"They might have died," said Sammy.

"They couldn't have died, if they hadn't been killed nor hurted."

"Yes, they might: folks die 'cause they're sick."

"I don't believe that nobody in this Run ever died 'thout they was killed. How can anybody die, 'cept they're killed or drownded? they can't, I know."

"I tell you they can: they'll be took sick, and grown all pale, and their flesh'll all go away, and they'll go to bed, and grow weak; and bime-by they'll get so weak they can't live. I've heard my mother say how her father died. Mr. Holdness might have died. Mother says the rheumatism what he had kills folks sometimes."

"I had a little sister," said Will Redmond, "that her throat all swelled, and she couldn't breathe, and she died."

Archie still being incredulous, Maud Stewart said,—

"Why, Archie, there is a man buried in the graveyard that the Indians didn't kill,—Mr.

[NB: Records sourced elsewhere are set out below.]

import type { ErrorModel } from './error-model';
import { reachability, toSparseRows, type SparseRows } from './sparse-rows';
import { propagationKernel, type PropagationKernel } from './compiled-propagation';
import { expm } from './matrix-exponential';
import { discretiseVanLoan } from './van-loan';

/** A symmetric matrix's non-zero entries (both triangles), to add into a dense one. */
export interface SparseEntries {
  index: Int32Array;
  val: Float64Array;
}

/** Φ and every source's Q_d over one piece of a step. */
export interface StepDiscretisation {
  phi: SparseRows;
  /** Φ Φᵀ-propagation specialised to Φ's pattern. */
  propagate: PropagationKernel;
  /** Q_d of each source (index = source index), sparse. */
  qdBySource: SparseEntries[];
  /** Q_d of the whole model, dense row-major. */
  qdTotal: Float64Array;
}

/**
 * Discretises the model over a piece of length dtS at speed v and turn rate w
 * (constant over the piece) by Van Loan's method, once per noise channel with
 * unit PSD; Q_d is linear in the PSD, so each source's Q_d is its PSDs times
 * its channels' unit Q_d (ENGINE.md §4: never slice a total Q_d).
 */
export function discretiseStep(model: ErrorModel, speedMps: number, turnRateRadps: number, dtS: number): StepDiscretisation {
  const n = model.states.length;
  const f = model.dynamics(speedMps, turnRateRadps);
  const reach = reachability(f, n);
  const unitQd = model.channels.map((ch) => {
    const gqg = new Float64Array(n * n);
    gqg[ch.stateIndex * n + ch.stateIndex] = 1;
    const { qd } = discretiseVanLoan(f, gqg, n, dtS);
    // Q_d[i][j] can be non-zero only where both i and j are reached from the channel's state.
    for (let i = 0; i < n; i++) {
      for (let j = 0; j < n; j++) {
        if (!reach[i * n + ch.stateIndex] || !reach[j * n + ch.stateIndex]) qd[i * n + j] = 0;
      }
    }
    return qd;
  });
  const phiDense = expm(f.map((x) => x * dtS), n);
  const qdTotal = new Float64Array(n * n);
  const qdBySource = model.sources.map((src) => {
    const qd = new Float64Array(n * n);
    for (const piece of src.noise) {
      if (piece.onlyWhileMoving && !(speedMps > 0)) continue;
      const unit = unitQd[piece.channel];
      for (let e = 0; e < n * n; e++) qd[e] += piece.psdSI * unit[e];
    }
    for (let e = 0; e < n * n; e++) qdTotal[e] += qd[e];
    return sparseEntries(qd);
  });
  const phi = toSparseRows(phiDense, n, reach);
  return { phi, propagate: propagationKernel(phi), qdBySource, qdTotal };
}

function sparseEntries(dense: Float64Array): SparseEntries {
  const index: number[] = [];
  const val: number[] = [];
  for (let e = 0; e < dense.length; e++) {
    if (dense[e] !== 0) {
      index.push(e);
      val.push(dense[e]);
    }
  }
  return { index: Int32Array.from(index), val: Float64Array.from(val) };
}
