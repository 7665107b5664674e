import type { BudgetInput } from '../inputs/budget-input';
import { computeBudget } from '../pipeline';
import { planPlanarRuns } from './planar-plan';
import { PlanarSimulation } from './planar-simulation';

/**
 * The planar Monte Carlo model of a budget: the budget's own analysis (total
 * covariance, no contributions) for the predicted σ, and its error model,
 * mission and nominal path for truth and filter.
 * @throws InputError (a SigmaLedgerError) naming the bad field, as computeBudget does.
 */
export function planarSimulation(input: BudgetInput): PlanarSimulation {
  const budget = computeBudget(input, { contributions: false });
  const plan = planPlanarRuns(budget.model, budget.mission, budget.trajectory);
  return new PlanarSimulation(plan, budget.series);
}
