import { chiSquareQuantile } from './chi-square';
import type { StudyShape } from './monte-carlo-model';
import { groupField, quantityField, sumLayout, type StudySums } from './study-sums';

/** Two-sided probability outside the bands (95 % bands). */
export const BAND_TAIL = 0.05;

/** One quantity's Monte Carlo statistics over time (SI). */
export interface QuantityStatistics {
  id: string;
  label: string;
  unitSI: string;
  /** √(Σe²/N): the RMS error over the runs. */
  rms: Float64Array;
  /** Σe/N: the mean error (a bias shows here). */
  mean: Float64Array;
  /** √(mean of the filter's own variance). */
  filterSigma: Float64Array;
  /** The linearised budget's σ. */
  budgetSigma: Float64Array;
  /** 95 % band of the RMS of N runs if the budget's σ were right: σ √(χ²_N(0.025)/N) to σ √(χ²_N(0.975)/N). */
  bandLow: Float64Array;
  bandHigh: Float64Array;
  /** Upper bound holding at every step at once (Bonferroni over the steps), used for flags. */
  simultaneousHigh: Float64Array;
}

/** One NEES group's average over the runs with its χ² bounds. */
export interface NeesStatistics {
  id: string;
  label: string;
  average: Float64Array;
  /** Degrees of freedom of one run's NEES at each step. */
  dof: Float64Array;
  low: Float64Array;
  high: Float64Array;
  simultaneousHigh: Float64Array;
}

/** The study's statistics. */
export interface StudyStatistics {
  runs: number;
  tS: Float64Array;
  quantities: QuantityStatistics[];
  nees: NeesStatistics[];
}

/**
 * Statistics from the summed runs. With N independent runs and errors
 * N(0, σ²), N·RMS²/σ² is χ² with N degrees of freedom, and N times the
 * average NEES of an n-state group is χ² with N·n (Bar-Shalom, Li and
 * Kirubarajan, Estimation with Applications to Tracking and Navigation, 2001,
 * §5.4.2): the two-sided 95 % bounds are the χ² quantiles at 0.025 and
 * 0.975 over N. Checked at every step, a consistent filter still leaves a
 * 95 % band now and then, so flags use the simultaneous bound at
 * 1 - 0.025/M for M steps (Bonferroni).
 */
export function studyStatistics(model: StudyShape, sums: StudySums): StudyStatistics {
  const layout = sumLayout(model);
  const N = sums.runs, steps = layout.steps, d = sums.data;
  const simultaneousP = 1 - BAND_TAIL / 2 / steps;
  const q = cachedQuantile();
  const rmsFactor = (p: number) => Math.sqrt(q(p, N) / N);
  const [lowF, highF, simF] = [rmsFactor(BAND_TAIL / 2), rmsFactor(1 - BAND_TAIL / 2), rmsFactor(simultaneousP)];
  const quantities = model.quantities.map((spec, i): QuantityStatistics => {
    const st: QuantityStatistics = {
      ...spec, rms: new Float64Array(steps), mean: new Float64Array(steps), filterSigma: new Float64Array(steps),
      budgetSigma: new Float64Array(steps), bandLow: new Float64Array(steps), bandHigh: new Float64Array(steps),
      simultaneousHigh: new Float64Array(steps),
    };
    const f = quantityField(i);
    for (let k = 0; k < steps; k++) {
      const o = k * layout.fields + f;
      st.mean[k] = d[o] / N;
      st.rms[k] = Math.sqrt(d[o + 1] / N);
      st.filterSigma[k] = Math.sqrt(d[o + 2] / N);
      const sigma = Math.sqrt(model.budgetVariance[i][k]);
      st.budgetSigma[k] = sigma;
      st.bandLow[k] = sigma * lowF;
      st.bandHigh[k] = sigma * highF;
      st.simultaneousHigh[k] = sigma * simF;
    }
    return st;
  });
  const nees = model.neesGroups.map((spec, g): NeesStatistics => {
    const st: NeesStatistics = {
      ...spec, average: new Float64Array(steps), dof: new Float64Array(steps),
      low: new Float64Array(steps), high: new Float64Array(steps), simultaneousHigh: new Float64Array(steps),
    };
    const f = groupField(layout, g);
    for (let k = 0; k < steps; k++) {
      const o = k * layout.fields + f;
      const dofTotal = d[o + 1];
      st.average[k] = d[o] / N;
      st.dof[k] = dofTotal / N;
      st.low[k] = dofTotal > 0 ? q(BAND_TAIL / 2, dofTotal) / N : 0;
      st.high[k] = dofTotal > 0 ? q(1 - BAND_TAIL / 2, dofTotal) / N : 0;
      st.simultaneousHigh[k] = dofTotal > 0 ? q(simultaneousP, dofTotal) / N : 0;
    }
    return st;
  });
  return { runs: N, tS: model.stepTimesS, quantities, nees };
}

/** χ² quantiles cached by (p, dof): most steps share a few degrees of freedom. */
function cachedQuantile(): (p: number, dof: number) => number {
  const cache = new Map<string, number>();
  return (p, dof) => {
    const key = `${p}:${dof}`;
    let v = cache.get(key);
    if (v === undefined) cache.set(key, (v = chiSquareQuantile(p, dof)));
    return v;
  };
}
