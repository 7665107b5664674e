import type { ErrorModel } from './error-model';
import { reachability, toSparseRows, type SparseRows } from './sparse-rows';
import { propagationKernel, type PropagationKernel } from './compiled-propagation';
import { expm } from './matrix-exponential';
import { discretiseVanLoan } from './van-loan';
import { discretiseBySeries } from './series-discretisation';

/** A symmetric matrix's non-zero entries (both triangles), to add into a dense one. */
export interface SparseEntries {
  index: Int32Array;
  val: Float64Array;
}

/** Φ and every source's Q_d over one piece of a step. */
export interface StepDiscretisation {
  phi: SparseRows;
  /** Φ Φᵀ-propagation specialised to Φ's pattern. */
  propagate: PropagationKernel;
  /** Q_d of each source (index = source index), sparse. */
  qdBySource: SparseEntries[];
  /** Q_d of the whole model, dense row-major. */
  qdTotal: Float64Array;
}

/** How Φ and Q_d are computed: Van Loan's block exponential (constant segments), or the equivalent power series (ramps). */
export type DiscretisationMethod = 'van-loan' | 'series';

/**
 * Discretises the model over a piece of length dtS at speed v and turn rate w
 * (constant over the piece), once per noise channel with unit PSD; Q_d is
 * linear in the PSD, so each source's Q_d is its PSDs times its channels'
 * unit Q_d (docs/planar-model.md §4: never slice a total Q_d). Van Loan's method by
 * default; `series` evaluates the same integrals by power series, cheaper
 * when F changes every step (speed ramps).
 */
export function discretiseStep(
  model: ErrorModel, speedMps: number, turnRateRadps: number, dtS: number, method: DiscretisationMethod = 'van-loan',
  pattern?: Uint8Array,
): StepDiscretisation {
  const n = model.states.length;
  const f = model.dynamics(speedMps, turnRateRadps);
  // A fixed pattern keeps every stored entry it allows, zero or not, so discretisations at
  // different speeds share one sparse structure (see ramp-discretisation.ts).
  const reach = pattern ?? reachability(f, n);
  const { phiDense, unitQd } = method === 'series' ? bySeries(model, f, dtS) : byVanLoan(model, f, dtS);
  unitQd.forEach((qd, c) => {
    // Q_d[i][j] can be non-zero only where both i and j are reached from the channel's state.
    const s = model.channels[c].stateIndex;
    for (let i = 0; i < n; i++) {
      for (let j = 0; j < n; j++) if (!reach[i * n + s] || !reach[j * n + s]) qd[i * n + j] = 0;
    }
  });
  const qdTotal = new Float64Array(n * n);
  const qdBySource = model.sources.map((src) => {
    const qd = new Float64Array(n * n);
    for (const piece of src.noise) {
      if (piece.onlyWhileMoving && !(speedMps > 0)) continue;
      const unit = unitQd[piece.channel];
      for (let e = 0; e < n * n; e++) qd[e] += piece.psdSI * unit[e];
    }
    for (let e = 0; e < n * n; e++) qdTotal[e] += qd[e];
    return sparseEntries(qd, pattern && structuralMask(model, src, reach));
  });
  const phi = toSparseRows(phiDense, n, reach, pattern !== undefined);
  return { phi, propagate: propagationKernel(phi), qdBySource, qdTotal };
}

function byVanLoan(model: ErrorModel, f: Float64Array, dtS: number): { phiDense: Float64Array; unitQd: Float64Array[] } {
  const n = model.states.length;
  const unitQd = model.channels.map((ch) => {
    const gqg = new Float64Array(n * n);
    gqg[ch.stateIndex * n + ch.stateIndex] = 1;
    return discretiseVanLoan(f, gqg, n, dtS).qd;
  });
  return { phiDense: expm(f.map((x) => x * dtS), n), unitQd };
}

function bySeries(model: ErrorModel, f: Float64Array, dtS: number): { phiDense: Float64Array; unitQd: Float64Array[] } {
  const { phi, unitQd } = discretiseBySeries(f, model.states.length, dtS, model.channels.map((c) => c.stateIndex));
  return { phiDense: phi, unitQd };
}

/** Entries of a source's Q_d that can be non-zero: both states reached from one of its channels. */
function structuralMask(model: ErrorModel, src: ErrorModel['sources'][number], reach: Uint8Array): Uint8Array {
  const n = model.states.length;
  const mask = new Uint8Array(n * n);
  for (const piece of src.noise) {
    const c = model.channels[piece.channel].stateIndex;
    for (let i = 0; i < n; i++) for (let j = 0; j < n; j++) if (reach[i * n + c] && reach[j * n + c]) mask[i * n + j] = 1;
  }
  return mask;
}

/** The non-zero entries of a dense matrix, or every entry `keep` allows when given. */
function sparseEntries(dense: Float64Array, keep?: Uint8Array): SparseEntries {
  const index: number[] = [];
  const val: number[] = [];
  for (let e = 0; e < dense.length; e++) {
    if (keep ? keep[e] : dense[e] !== 0) {
      index.push(e);
      val.push(dense[e]);
    }
  }
  return { index: Int32Array.from(index), val: Float64Array.from(val) };
}
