/**
 * The enums of the published budget schema (budgets/budget.schema.json) that
 * come from the registries: sensor and source kinds, the model options the
 * kinds declare, the quantities and the levels. The schema file is written
 * by hand except for these arrays; `npm run schema` rewrites them in place
 * (keeping the file's layout, so diffs stay small), and
 * test/schema/registry-enums.test.ts fails when the committed file differs
 * from what the registries say.
 *
 * Why generate the file rather than patch the schema at load: editors read
 * the file, so its enums must be right on disk; a test that compares the file
 * with the registries keeps the two from drifting.
 */
import { LEVELS } from '../budget/levels';
import { QUANTITY_NAMES } from '../inputs/quantities';
import { SENSOR_KIND_NAMES, SENSOR_KINDS } from '../sensors/registry';
import { SOURCE_KIND_NAMES, SOURCE_KINDS } from '../sources/registry';
import type { OptionField, RowOptionSpec } from '../sources/source-kind';
import { INERTIAL_SENSOR_KINDS } from '../document/inertial-document';
import { INERTIAL_REQUIREMENT_QUANTITIES } from '../inertial/inertial-quantities';

/** Both models' values, planar first, each once (the schema describes both; src/document/model-keys.ts tells them apart). */
const bothModels = (planar: readonly string[], inertial: readonly string[]) => [...new Set([...planar, ...inertial])];

/** One generated enum: where it sits in the schema and its values. */
export interface RegistryEnum {
  definition: string;
  property: string;
  values: readonly string[];
}

function optionChoices(field: OptionField): string[] {
  const specs: (RowOptionSpec | undefined)[] = [
    ...SOURCE_KIND_NAMES.map((k) => SOURCE_KINDS[k].option),
    ...SENSOR_KIND_NAMES.flatMap((k) => Object.values(SENSOR_KINDS[k].rowOptions ?? {})),
  ];
  return [...new Set(specs.filter((s) => s?.field === field).flatMap((s) => s!.choices.map((c) => c.value)))];
}

/** Every enum of the budget schema that the registries own, in a fixed order. Throws nothing. */
export function registryEnums(): RegistryEnum[] {
  const options: OptionField[] = ['biasForm', 'densitySides', 'quantum', 'multipathModel', 'component'];
  return [
    { definition: 'settings', property: 'level', values: LEVELS },
    { definition: 'sensor', property: 'kind', values: bothModels(SENSOR_KIND_NAMES, INERTIAL_SENSOR_KINDS) },
    { definition: 'source', property: 'kind', values: SOURCE_KIND_NAMES },
    ...options.map((field) => ({ definition: 'source', property: field, values: optionChoices(field) })),
    { definition: 'requirement', property: 'quantity', values: bothModels(QUANTITY_NAMES, INERTIAL_REQUIREMENT_QUANTITIES) },
    { definition: 'requirement', property: 'level', values: LEVELS },
  ];
}

/** Index of `needle` in `text` at or after `from`. @throws Error naming what is missing. */
function find(text: string, needle: string, from: number, what: string): number {
  const at = text.indexOf(needle, from);
  if (at < 0) throw new Error(`budget schema: ${what} not found (looked for ${needle})`);
  return at;
}

/**
 * The schema text with each registry enum's array replaced by the
 * registries' values, written on one line; everything else is kept byte for
 * byte. The enum must already exist in the property's node.
 * @throws Error when a definition, property or enum is missing.
 */
export function withRegistryEnums(schemaText: string): string {
  let text = schemaText;
  for (const e of registryEnums()) {
    const defs = find(text, '"definitions"', 0, 'the definitions');
    const def = find(text, `"${e.definition}": {`, defs, `definition ${e.definition}`);
    const props = find(text, '"properties"', def, `properties of ${e.definition}`);
    const prop = find(text, `"${e.property}": {`, props, `${e.definition}.${e.property}`);
    const start = find(text, '"enum": [', prop, `the enum of ${e.definition}.${e.property}`);
    const end = find(text, ']', start, `the end of the enum of ${e.definition}.${e.property}`);
    text = `${text.slice(0, start)}"enum": ${JSON.stringify(e.values).replaceAll('","', '", "')}${text.slice(end + 1)}`;
  }
  return text;
}
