/**
 * The size of a covariance run, estimated from the resolved inputs before
 * anything is allocated: steps, scalar measurements, states, dense source
 * covariances, memory and arithmetic. A budget over a limit is refused with
 * the field to change, so no document can hang the page or exhaust memory.
 *
 * The estimate reads the error model (states, sources, streams and their
 * rates and outages) and the mission's duration and step only; it does not
 * build the measurement schedule, so it stays valid however the run
 * generates its measurements.
 */
import { InputError } from '../errors';
import type { SensorInput } from '../inputs/budget-input';
import type { ErrorModel, MeasurementStream } from './error-model';
import { formatSignificant } from '../units';

/**
 * Limits of one analysis. Common practice, no source: they keep the worst
 * case near a minute of computing and two gigabytes of memory on a laptop,
 * which a browser tab's worker and Node's default heap (a few GB) both
 * hold with room for the result.
 */
export const WORK_LIMITS = {
  /** Steps of the run (a 2-hour mission at 0.01 s). */
  steps: 720_000,
  /** Scalar measurements processed over the mission (a GNSS fix is two, a landmark's range and bearing two). */
  measurements: 5_000_000,
  /** Bytes of the run's arrays and recorded series. */
  bytes: 2e9,
  /** Covariance entries updated over the run: (steps + measurements) x dense covariances x states². */
  entryUpdates: 2e9,
} as const;

/** Bytes one scheduled scalar measurement holds while the run needs it (object, H and R arrays), measured order of magnitude. */
const BYTES_PER_MEASUREMENT = 400;
/** Float64 series recorded per source and step: 5 covariance entries, 7 contributions. */
const SERIES_PER_SOURCE = 12;

/** One aiding stream's share of the measurements. */
export interface StreamWork {
  sensorId: string;
  /** Index of the sensor in the input's `sensors`. */
  sensorIndex: number;
  rateHz: number;
  /** Scalar measurements per update (an upper bound: every landmark in view). */
  rowsPerUpdate: number;
  measurements: number;
}

/** The estimated size of a run. */
export interface WorkEstimate {
  steps: number;
  states: number;
  sources: number;
  /** Covariances carried as dense n x n matrices, the total included. */
  denseCovariances: number;
  measurements: number;
  streams: StreamWork[];
  bytes: number;
  entryUpdates: number;
}

/** Time outside every outage within [0, durationS], s. */
function timeInView(stream: MeasurementStream, durationS: number): number {
  const out = stream.outages.reduce((sum, o) => sum + Math.max(0, Math.min(o.endS, durationS) - Math.max(o.startS, 0)), 0);
  return Math.max(0, durationS - out);
}

/** Scalar rows per update: every landmark's observables when the sensor has landmarks, else the rows at the start pose. */
function rowsPerUpdate(stream: MeasurementStream, sensor: SensorInput | undefined): number {
  if (sensor?.landmarks?.length) return sensor.landmarks.length * (sensor.observables === 'range' || sensor.observables === 'bearing' ? 1 : 2);
  try {
    return Math.max(1, stream.rowsAt({ northM: 0, eastM: 0, headingRad: 0 }).length);
  } catch {
    return 2;
  }
}

/**
 * Estimates the size of a run of `model` over `durationS` at `stepS`
 * (`contributions: false` carries the total alone). Throws nothing.
 */
export function estimateWork(
  model: ErrorModel, sensors: SensorInput[], durationS: number, stepS: number, options: { contributions?: boolean } = {},
): WorkEstimate {
  const steps = Math.ceil(durationS / stepS) + 1;
  const n = model.states.length;
  const contributions = options.contributions !== false;
  const dense = 1 + (contributions ? model.sources.filter((s) => s.noise.length > 0 || s.measurementNoise.length > 0).length : 0);
  const S = contributions ? model.sources.length : 0;
  const streams = model.streams.map((stream) => {
    const sensorIndex = sensors.findIndex((s) => s.id === stream.sensorId);
    const perUpdate = rowsPerUpdate(stream, sensors[sensorIndex]);
    const updates = Math.floor(timeInView(stream, durationS) * stream.rateHz) + 1;
    return { sensorId: stream.sensorId, sensorIndex, rateHz: stream.rateHz, rowsPerUpdate: perUpdate, measurements: updates * perUpdate };
  });
  const measurements = streams.reduce((a, s) => a + s.measurements, 0);
  const bytes = 8 * (dense * n * n + steps * ((S + 1) * SERIES_PER_SOURCE + n + 6)) + measurements * BYTES_PER_MEASUREMENT;
  return { steps, states: n, sources: model.sources.length, denseCovariances: dense, measurements, streams, bytes, entryUpdates: (steps + measurements) * dense * n * n };
}

const fmt = (x: number) => formatSignificant(x, 2);
const gigabytes = (bytes: number) => `${fmt(bytes / 1e9)} GB`;

/** The stream with most measurements, with the path of its rate. */
function busiest(est: WorkEstimate): StreamWork | undefined {
  return [...est.streams].sort((a, b) => b.measurements - a.measurements)[0];
}

/** The sensor whose rows own most states (through their initial variance or noise), for a model too large. */
function largestSensorPath(model: ErrorModel, sensors: SensorInput[]): string {
  const owned = new Map<string, Set<number>>();
  for (const src of model.sources) {
    const set = owned.get(src.sensorId) ?? new Set<number>();
    for (const p of src.initialVariance) set.add(p.state);
    for (const p of src.noise) set.add(model.channels[p.channel].stateIndex);
    owned.set(src.sensorId, set);
  }
  const [id] = [...owned.entries()].filter(([k]) => k !== 'mission').sort((a, b) => b[1].size - a[1].size)[0] ?? [];
  const index = sensors.findIndex((s) => s.id === id);
  return index >= 0 ? `sensors[${index}].sources` : 'sensors';
}

/**
 * Refuses a run over {@link WORK_LIMITS}.
 * @throws InputError naming the field to change: `step` for too many steps,
 *   the busiest aiding sensor's `rate` for too many measurements, the
 *   sensor with most states' `sources` for a model too large to hold.
 */
export function refuseExcessiveWork(est: WorkEstimate, model: ErrorModel, sensors: SensorInput[]): void {
  const L = WORK_LIMITS;
  if (est.steps > L.steps) {
    throw new InputError('step.value', `${fmt(est.steps)} steps over the mission is more than the limit of ${L.steps}; use a longer step`);
  }
  const top = busiest(est);
  const streamText = (s: StreamWork) => `${fmt(s.rateHz)} Hz` + (s.rowsPerUpdate > 2 ? ` with ${s.rowsPerUpdate} scalar measurements per update` : '');
  if (top && est.measurements > L.measurements) {
    throw new InputError(`sensors[${top.sensorIndex}].rate`, `${streamText(top)} gives ${fmt(top.measurements)} scalar measurements over the mission${est.measurements > top.measurements ? ` (${fmt(est.measurements)} in all)` : ''}; the limit is ${fmt(L.measurements)}: lower the rate (a filter rarely needs more than 10 Hz of aiding)`);
  }
  const stateBytes = 8 * est.denseCovariances * est.states * est.states;
  if (est.bytes > L.bytes) {
    if (stateBytes > est.bytes / 2) {
      throw new InputError(largestSensorPath(model, sensors), `${est.states} states with ${est.denseCovariances} noise sources would need ${gigabytes(est.bytes)} of memory; the limit is ${gigabytes(L.bytes)}: fewer state rows (multipath or bias rows as "folded"), fewer sensors`);
    }
    if (top && top.measurements * BYTES_PER_MEASUREMENT > est.bytes / 2) {
      throw new InputError(`sensors[${top.sensorIndex}].rate`, `${streamText(top)} gives ${fmt(top.measurements)} scalar measurements, ${gigabytes(est.bytes)} of memory; the limit is ${gigabytes(L.bytes)}: lower the rate`);
    }
    throw new InputError('step.value', `${fmt(est.steps)} steps with ${est.sources} sources would need ${gigabytes(est.bytes)} of memory; the limit is ${gigabytes(L.bytes)}: use a longer step`);
  }
  if (est.entryUpdates > L.entryUpdates) {
    const field = top && top.measurements > est.steps ? `sensors[${top.sensorIndex}].rate` : largestSensorPath(model, sensors);
    throw new InputError(field, `${est.states} states, ${est.denseCovariances} noise sources, ${fmt(est.steps)} steps and ${fmt(est.measurements)} scalar measurements are about ${fmt(est.entryUpdates)} covariance-entry updates (many minutes of computing); the limit is ${fmt(L.entryUpdates)}: lower the rate, use a longer step or fewer state rows`);
  }
}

Campbell. I've heard mother tell how he is all the one in this Run who ever died, and wasn't killed by Indians. Don't you know the reason Mrs. Sumerford wanted to move out of the fort was because she said that so many in a small place, all stived up, and cattle round, might breed the garrison-fever? and she told my father that would be as bad as the Indians."

No one of the children had ever known one of their number to die of disease. All their knowledge respecting the matter was obtained from their parents; and nothing could more strikingly illustrate the perilous life the settlers led than the fact that Archie Crawford considered death by the rifle, tomahawk, or some violence, the natural end of mankind. He had never been out of the Run; there was not an old person there, and he had not the least conception of death by decay of nature.

Just below the scene of their mishap, the stream was so crooked that it resembled very much a bean-vine encircling a pole. Here they found the greater portion of the bladders, which they valued somewhat.